Aunque hay elementos del adefesio que, ni siquiera sabiendo esto, se comprenden. Así le ocurrió, según nos cuenta Ucelay, a Albert Lebrun, presidente de la República Francesa, quien paseándose en la inauguración de la Exposición con el lendakari José Antonio Aguirre, mostró su estupor, al comprobar que una mujer del cuadro tenía seis dedos en una mano. Picasso, que se hallaba en la comitiva al lado de Ucelay, al escuchar el comentario de Lebrun, le pegó un codazo y le confió, coñón:

—No son dedos.
—Pues, ¿qué son? –le preguntó Ucelay.
—Lo que usted y yo tenemos entre las piernas –contestó Picasso, con una carcajada.

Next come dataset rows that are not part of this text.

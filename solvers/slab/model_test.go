package slab

import (
	"math"
	"math/big"
	"testing"

	"betaloom/solvers"
	"betaloom/solvers/jet"
)

// model is a stack as a function of frequency and two parameters, that the
// solver sees as jets and the tests evaluate in high precision:
// eps_c = eps[c] + slope[c] x + curve[c] x^2 + cubic[c] x^3 + p1 (pull[c] + twist[c] x), x = w/w0 - 1,
// thickness = d (1 + p0) for films that stretch.
type model struct {
	name        string
	w0          float64
	layers      []medium
	bottom, top bool
}

type medium struct {
	eps, slope, curve, cubic [3]complex128
	pull, twist              [3]complex128
	d                        float64
	open                     bool
	stretch                  float64
}

func isotropic(e complex128) [3]complex128 { return [3]complex128{e, e, e} }

func half(n float64) medium { return medium{eps: isotropic(complex(n*n, 0)), open: true} }

func filmOf(n, d float64) medium {
	return medium{eps: isotropic(complex(n*n, 0)), d: d, stretch: 1}
}

func (m *model) stack() *Stack {
	s := &Stack{GroundBottom: m.bottom, GroundTop: m.top}
	w := complex(m.w0, 0)
	for _, l := range m.layers {
		var out Layer
		for c := range 3 {
			out.Eps[c] = jet.Jet{
				V: l.eps[c], W: l.slope[c] / w, WW: 2 * l.curve[c] / (w * w), WWW: 6 * l.cubic[c] / (w * w * w),
				P: []complex128{0, l.pull[c]}, WP: []complex128{0, l.twist[c] / w},
			}
		}
		out.HalfSpace = l.open
		out.Thickness = jet.Jet{V: complex(l.d, 0), P: []complex128{complex(l.d*l.stretch, 0), 0}}
		s.Layers = append(s.Layers, out)
	}
	return s
}

// shift is how far a point is from the model's own, in x, p0 and p1.
type shift [3]*big.Float

// characteristic is the mismatch of the whole stack at N, by plain transfer matrices
// from the bottom to the top, at the shifted point.
func (m *model) characteristic(tm bool, n2 num2, at shift) num2 {
	x := num2{at[0], zero()}
	k := rx(m.w0).div(rx(lightSpeed)).mul(rx(1).add(x))
	eps := func(l medium, c int) num2 {
		e := cx(l.cubic[c]).mul(x).add(cx(l.curve[c])).mul(x).add(cx(l.slope[c])).mul(x).add(cx(l.eps[c]))
		return e.add(cx(l.twist[c]).mul(x).add(cx(l.pull[c])).mul(num2{at[2], zero()}))
	}
	coefs := func(l medium) (p, r num2) { // phi = p psi', phi' = -r psi, over k
		if !tm {
			return rx(1), eps(l, 0).sub(n2)
		}
		return rx(1).div(eps(l, 2)), rx(1).sub(n2.div(eps(l, 1)))
	}
	decay := func(l medium) num2 { // p gamma
		p, r := coefs(l)
		g := r.neg().div(p).sqrt()
		return p.mul(g)
	}
	var psi, phi num2
	layers := m.layers
	switch {
	case m.bottom && tm:
		psi, phi = rx(1), rx(0)
	case m.bottom:
		psi, phi = rx(0), rx(1)
	default:
		psi, phi = rx(1), decay(layers[0])
		layers = layers[1:]
	}
	if !m.top {
		layers = layers[:len(layers)-1]
	}
	for _, l := range layers {
		p, r := coefs(l)
		h := k.mul(rx(l.d)).mul(rx(1).add(num2{at[1], zero()}.mul(rx(l.stretch))))
		c, s := coshSinhc(r.neg().div(p).mul(h).mul(h))
		s = s.mul(h)
		psi, phi = c.mul(psi).add(s.mul(phi).div(p)), c.mul(phi).sub(s.mul(r).mul(psi))
	}
	switch {
	case m.top && tm:
		return phi
	case m.top:
		return psi
	}
	return phi.add(decay(m.layers[len(m.layers)-1]).mul(psi))
}

// refine is the root N near a start, by the secant method on n.
func (m *model) refine(t *testing.T, tm bool, start num2, at shift) num2 {
	t.Helper()
	a := start
	b := a.mul(rx(1).add(num2{fl(1e-15), zero()}))
	fa, fb := m.characteristic(tm, a, at), m.characteristic(tm, b, at)
	for range 40 {
		d := fb.sub(fa)
		if d.abs2().Sign() == 0 {
			return b
		}
		step := fb.mul(b.sub(a)).div(d)
		a, fa = b, fb
		b = b.sub(step)
		if step.abs2().Cmp(zero().Mul(fl(1e-220), b.abs2())) < 0 {
			return b
		}
		fb = m.characteristic(tm, b, at)
	}
	t.Fatalf("%s: the reference iteration does not converge", m.name)
	return b
}

// truth is what a mode should be, from roots at neighbouring points: central
// differences with a step of 1e-20 in 420 bits are exact to more than 40 digits.
type truth struct {
	neff           complex128
	neffBig        num2
	ng, gvd, beta3 float64
	dneff, dng     [2]float64
}

func (m *model) truth(t *testing.T, tm bool, neff complex128) truth {
	t.Helper()
	h := fl(1e-20)
	n0 := cx(neff)
	root := func(x, p0, p1 int) num2 {
		at := shift{zero().Mul(h, fl(float64(x))), zero().Mul(h, fl(float64(p0))), zero().Mul(h, fl(float64(p1)))}
		return m.refine(t, tm, n0.mul(n0), at).sqrt()
	}
	n0 = root(0, 0, 0)
	beta := map[int]num2{0: n0}
	for _, i := range []int{-2, -1, 1, 2} {
		x := zero().Mul(h, fl(float64(i)))
		beta[i] = root(i, 0, 0).mul(rx(1).add(num2{x, zero()}))
	}
	diff := func(c map[int]int, order, den int) float64 {
		sum := rx(0)
		for i, k := range c {
			sum = sum.add(beta[i].times(k))
		}
		for range order {
			sum = sum.div(num2{h, zero()})
		}
		return real(sum.div(rx(float64(den))).float())
	}
	var r truth
	r.neff, r.neffBig = n0.float(), n0
	r.ng = diff(map[int]int{-2: 1, -1: -8, 1: 8, 2: -1}, 1, 12)
	r.gvd = diff(map[int]int{-2: -1, -1: 16, 0: -30, 1: 16, 2: -1}, 2, 12) / (lightSpeed * m.w0)
	r.beta3 = diff(map[int]int{-2: -1, -1: 2, 1: -2, 2: 1}, 3, 2) / (lightSpeed * m.w0 * m.w0)
	for i := range 2 {
		p := [2][2]int{{1, 0}, {0, 1}}[i]
		up, down := root(0, p[0], p[1]), root(0, -p[0], -p[1])
		r.dneff[i] = real(up.sub(down).div(num2{h, zero()}).times(1).float()) / 2
		cross := rx(0)
		for _, s := range [][2]int{{1, 1}, {-1, -1}, {1, -1}, {-1, 1}} {
			x := zero().Mul(h, fl(float64(s[0])))
			b := root(s[0], s[1]*p[0], s[1]*p[1]).mul(rx(1).add(num2{x, zero()}))
			cross = cross.add(b.times(s[0] * s[1]))
		}
		r.dng[i] = real(cross.div(num2{h, zero()}).div(num2{h, zero()}).float()) / 4
	}
	return r
}

const (
	ps2PerKm = 1e-27 // s^2/m
	ps3PerKm = 1e-39 // s^3/m
)

// deviation is a mode's errors over what the accuracy allows (1 is the limit),
// and over the mode's own bounds.
type deviation struct{ neff, ng, gvd, beta3, dneff, dng, bounds float64 }

func (m *model) compare(t *testing.T, got *solvers.Mode) deviation {
	t.Helper()
	r := m.truth(t, got.Type != "TE", complex(got.Neff, -got.Kappa))
	d := deviation{
		neff:  math.Abs(got.Neff-real(r.neff)) / (1e-11 * real(r.neff)),
		ng:    math.Abs(got.Ng-r.ng) / (1e-9 * math.Abs(r.ng)),
		gvd:   math.Abs(got.GVD-r.gvd) / (1e-7 * max(math.Abs(r.gvd), ps2PerKm)),
		beta3: math.Abs(got.Beta3-r.beta3) / (1e-7 * max(math.Abs(r.beta3), ps3PerKm)),
	}
	for i := range 2 {
		d.dneff = max(d.dneff, math.Abs(got.DNeff[i]-r.dneff[i])/(1e-9*max(1, math.Abs(r.dneff[i]))))
		d.dng = max(d.dng, math.Abs(got.DNg[i]-r.dng[i])/(1e-7*max(1, math.Abs(r.dng[i]))))
	}
	for _, b := range [][3]float64{
		{got.Neff, real(r.neff), got.NeffErr}, {got.Ng, r.ng, got.NgErr}, {got.GVD, r.gvd, got.GVDErr},
		{got.Beta3, r.beta3, got.Beta3Err}, {got.Kappa, -imag(r.neff), got.KappaErr},
	} {
		if e := math.Abs(b[0] - b[1]); e > 0 {
			d.bounds = max(d.bounds, e/b[2])
		}
	}
	return d
}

Y Picasso –añade Ucelay– tenía esa mirada del «chiquillo que ha logrado hacer una trampa al maestro; porque, efectivamente, la figura citada tiene seis dedos, que no representan sino dos órganos genitales masculinos completos, fiel expresión de lo que Picasso había querido desahogar, que no era, naturalmente, el sentimiento de dolor que la tragedia de Guernica le había causado, que nunca existió en él».

En cierta ocasión, preguntado por su querencia a zurrar la badana a sus mujeres, Picasso confesó al periodista Antonio D. Olano: «¡Es que a mí lo que me gusta es hacer cabronadas!». No se nos ocurre cabronada más socarrona que representar el bombardeo de Guernica con una escena taurina, para que todos los cosmopaletos del mundo identifiquen a los vascos con la tauromaquia. ¡Genial humillación españolista a los gudaris euskaldunes!